Please output the data exactly, without omitting anything.

▶ INPUT MATERIAL:

--- START ---

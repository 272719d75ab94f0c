"""Household jobs kept in a database: answered by any worker, read back after the stream, failed
with the reason when their worker stops, and a lost database answered 503 with Retry-After and
nothing half-written. Each test runs on a new SQLite and a new PostgreSQL database
(tests/databases.py); two apps on one database stand for two workers (the test with two real
server processes is tests/cli/test_storage_processes.py)."""

from __future__ import annotations

from datetime import timedelta
from typing import Any

import pytest
from fastapi.testclient import TestClient
from sqlalchemy import select, update

from dualcost.api.app import create_app
from dualcost.api.operations.job_store import utcnow
from dualcost.config import Settings
from dualcost.core.errors import StorageUnavailable
from dualcost.storage import database_of
from dualcost.storage.tables import JobRecord, JobResultPiece
from tests.api.test_households import create_job, example, household_csv, upload
from tests.conftest import EXAMPLES


def worker(url: str, **settings: Any) -> TestClient:
    return TestClient(create_app(Settings(examples_dir=EXAMPLES, database_url=url,
                                          **settings)))


def test_a_job_created_by_one_worker_is_answered_by_another(database_url: str) -> None:
    one, two = worker(database_url), worker(database_url)
    assert one.app.state.jobs.runner != two.app.state.jobs.runner  # type: ignore[attr-defined]
    job = create_job(one, example())
    assert two.get(job["links"]["self"]).json()["status"] == "waiting_for_households"
    streamed = upload(two, job, household_csv(example()))
    assert streamed.status_code == 200, streamed.text
    status = one.get(job["links"]["self"]).json()
    assert status["status"] == "done" and status["summary"]
    assert status["progress"]["households_done"] == len(example()["households"])
    # The answer read back from the database, by the worker that did not compute it.
    stored = one.get(f"/v1/household-jobs/{job['id']}/results")
    assert stored.status_code == 200
    assert stored.text == streamed.text
    assert stored.headers["dualcost-input-digest"] == streamed.headers["dualcost-input-digest"]
    assert one.delete(job["links"]["self"]).status_code == 204
    assert two.get(job["links"]["self"]).status_code == 404
    with one.app.state.db.transaction() as s:  # type: ignore[attr-defined]
        assert s.scalars(select(JobResultPiece.piece)
                         .where(JobResultPiece.job_id == job["id"])).all() == []


def test_results_are_given_only_for_a_job_that_is_done(database_url: str) -> None:
    client = worker(database_url)
    job = create_job(client, example())
    r = client.get(f"/v1/household-jobs/{job['id']}/results")
    assert r.status_code == 409
    assert "waiting_for_households" in r.json()["detail"]
    assert client.get("/v1/household-jobs/nothing/results").status_code == 404
    assert client.get(f"/v1/household-jobs/{job['id']}/results",
                      headers={"accept": "application/json"}).status_code == 406


def test_a_running_job_whose_worker_stopped_is_failed_with_the_reason(database_url: str) -> None:
    client = worker(database_url, job_lease_seconds=5)
    job = create_job(client, example())
    with client.app.state.db.transaction() as s:  # type: ignore[attr-defined]
        s.execute(update(JobRecord).where(JobRecord.id == job["id"])
                  .values(status="running", runner="gone:1:x",
                          heartbeat=utcnow() - timedelta(seconds=6)))
    status = client.get(job["links"]["self"]).json()
    assert status["status"] == "failed"
    assert "worker computing this job stopped" in status["error"]
    # A job whose worker is alive (a fresh heartbeat) stays running.
    other = create_job(client, example())
    with client.app.state.db.transaction() as s:  # type: ignore[attr-defined]
        s.execute(update(JobRecord).where(JobRecord.id == other["id"])
                  .values(status="running", runner="alive:1:x", heartbeat=utcnow()))
    assert client.get(other["links"]["self"]).json()["status"] == "running"


def test_a_worker_shutting_down_fails_its_running_jobs(database_url: str) -> None:
    from dualcost.api.operations.jobs import restore

    client = worker(database_url)
    store = client.app.state.jobs  # type: ignore[attr-defined]
    job = create_job(client, example())
    state = restore(store, job["id"], None, client.app.state.settings)  # type: ignore[attr-defined]
    store.claim(state)
    assert client.get(job["links"]["self"]).json()["status"] == "running"
    store.stop()
    status = client.get(job["links"]["self"]).json()
    assert status["status"] == "failed"
    assert status["error"].startswith("the service stopped while the job was running")


def test_a_change_that_fails_halfway_writes_nothing(database_url: str) -> None:
    """A transaction is all or nothing (common practice: ACID)."""
    client = worker(database_url)
    job = create_job(client, example())
    db = client.app.state.db  # type: ignore[attr-defined]
    with pytest.raises(RuntimeError), db.transaction() as s:
        s.add(JobResultPiece(job_id=job["id"], piece=0, text="half"))
        s.flush()
        raise RuntimeError("the worker fails here")
    with db.transaction() as s:
        assert s.scalars(select(JobResultPiece)).all() == []


def _lose(url: str, client: TestClient) -> None:
    """Take the database away under the service: the SQLite file (and the connections open
    on it), or the PostgreSQL database (its connections ended)."""
    if url.startswith("sqlite"):
        import os

        os.remove(url.removeprefix("sqlite:///"))
        client.app.state.db.engine.dispose()  # type: ignore[attr-defined]
        return
    import psycopg

    server, name = url.rsplit("/", 1)
    plain = server.replace("postgresql+psycopg://", "postgresql://")
    with psycopg.connect(f"{plain}/postgres", autocommit=True) as connection:
        connection.execute(f"DROP DATABASE {name} WITH (FORCE)")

--- END ---

▶ RESPONSE TO THIS TASK:
repository 272719d75ab94f0c
"""Household jobs kept in a database: answered by any worker, read back after the stream, failed
with the reason when their worker stops, and a lost database answered 503 with Retry-After and
nothing half-written. Each test runs on a new SQLite and a new PostgreSQL database
(tests/databases.py); two apps on one database stand for two workers (the test with two real
server processes is tests/cli/test_storage_processes.py)."""

from __future__ import annotations

from datetime import timedelta
from typing import Any

import pytest
from fastapi.testclient import TestClient
from sqlalchemy import select, update

from dualcost.api.app import create_app
from dualcost.api.operations.job_store import utcnow
from dualcost.config import Settings
from dualcost.core.errors import StorageUnavailable
from dualcost.storage import database_of
from dualcost.storage.tables import JobRecord, JobResultPiece
from tests.api.test_households import create_job, example, household_csv, upload
from tests.conftest import EXAMPLES


def worker(url: str, **settings: Any) -> TestClient:
    return TestClient(create_app(Settings(examples_dir=EXAMPLES, database_url=url,
                                          **settings)))


def test_a_job_created_by_one_worker_is_answered_by_another(database_url: str) -> None:
    one, two = worker(database_url), worker(database_url)
    assert one.app.state.jobs.runner != two.app.state.jobs.runner  # type: ignore[attr-defined]
    job = create_job(one, example())
    assert two.get(job["links"]["self"]).json()["status"] == "waiting_for_households"
    streamed = upload(two, job, household_csv(example()))
    assert streamed.status_code == 200, streamed.text
    status = one.get(job["links"]["self"]).json()
    assert status["status"] == "done" and status["summary"]
    assert status["progress"]["households_done"] == len(example()["households"])
    # The answer read back from the database, by the worker that did not compute it.
    stored = one.get(f"/v1/household-jobs/{job['id']}/results")
    assert stored.status_code == 200
    assert stored.text == streamed.text
    assert stored.headers["dualcost-input-digest"] == streamed.headers["dualcost-input-digest"]
    assert one.delete(job["links"]["self"]).status_code == 204
    assert two.get(job["links"]["self"]).status_code == 404
    with one.app.state.db.transaction() as s:  # type: ignore[attr-defined]
        assert s.scalars(select(JobResultPiece.piece)
                         .where(JobResultPiece.job_id == job["id"])).all() == []


def test_results_are_given_only_for_a_job_that_is_done(database_url: str) -> None:
    client = worker(database_url)
    job = create_job(client, example())
    r = client.get(f"/v1/household-jobs/{job['id']}/results")
    assert r.status_code == 409
    assert "waiting_for_households" in r.json()["detail"]
    assert client.get("/v1/household-jobs/nothing/results").status_code == 404
    assert client.get(f"/v1/household-jobs/{job['id']}/results",
                      headers={"accept": "application/json"}).status_code == 406


def test_a_running_job_whose_worker_stopped_is_failed_with_the_reason(database_url: str) -> None:
    client = worker(database_url, job_lease_seconds=5)
    job = create_job(client, example())
    with client.app.state.db.transaction() as s:  # type: ignore[attr-defined]
        s.execute(update(JobRecord).where(JobRecord.id == job["id"])
                  .values(status="running", runner="gone:1:x",
                          heartbeat=utcnow() - timedelta(seconds=6)))
    status = client.get(job["links"]["self"]).json()
    assert status["status"] == "failed"
    assert "worker computing this job stopped" in status["error"]
    # A job whose worker is alive (a fresh heartbeat) stays running.
    other = create_job(client, example())
    with client.app.state.db.transaction() as s:  # type: ignore[attr-defined]
        s.execute(update(JobRecord).where(JobRecord.id == other["id"])
                  .values(status="running", runner="alive:1:x", heartbeat=utcnow()))
    assert client.get(other["links"]["self"]).json()["status"] == "running"


def test_a_worker_shutting_down_fails_its_running_jobs(database_url: str) -> None:
    from dualcost.api.operations.jobs import restore

    client = worker(database_url)
    store = client.app.state.jobs  # type: ignore[attr-defined]
    job = create_job(client, example())
    state = restore(store, job["id"], None, client.app.state.settings)  # type: ignore[attr-defined]
    store.claim(state)
    assert client.get(job["links"]["self"]).json()["status"] == "running"
    store.stop()
    status = client.get(job["links"]["self"]).json()
    assert status["status"] == "failed"
    assert status["error"].startswith("the service stopped while the job was running")


def test_a_change_that_fails_halfway_writes_nothing(database_url: str) -> None:
    """A transaction is all or nothing (common practice: ACID)."""
    client = worker(database_url)
    job = create_job(client, example())
    db = client.app.state.db  # type: ignore[attr-defined]
    with pytest.raises(RuntimeError), db.transaction() as s:
        s.add(JobResultPiece(job_id=job["id"], piece=0, text="half"))
        s.flush()
        raise RuntimeError("the worker fails here")
    with db.transaction() as s:
        assert s.scalars(select(JobResultPiece)).all() == []


def _lose(url: str, client: TestClient) -> None:
    """Take the database away under the service: the SQLite file (and the connections open
    on it), or the PostgreSQL database (its connections ended)."""
    if url.startswith("sqlite"):
        import os

        os.remove(url.removeprefix("sqlite:///"))
        client.app.state.db.engine.dispose()  # type: ignore[attr-defined]
        return
    import psycopg

    server, name = url.rsplit("/", 1)
    plain = server.replace("postgresql+psycopg://", "postgresql://")
    with psycopg.connect(f"{plain}/postgres", autocommit=True) as connection:
        connection.execute(f"DROP DATABASE {name} WITH (FORCE)")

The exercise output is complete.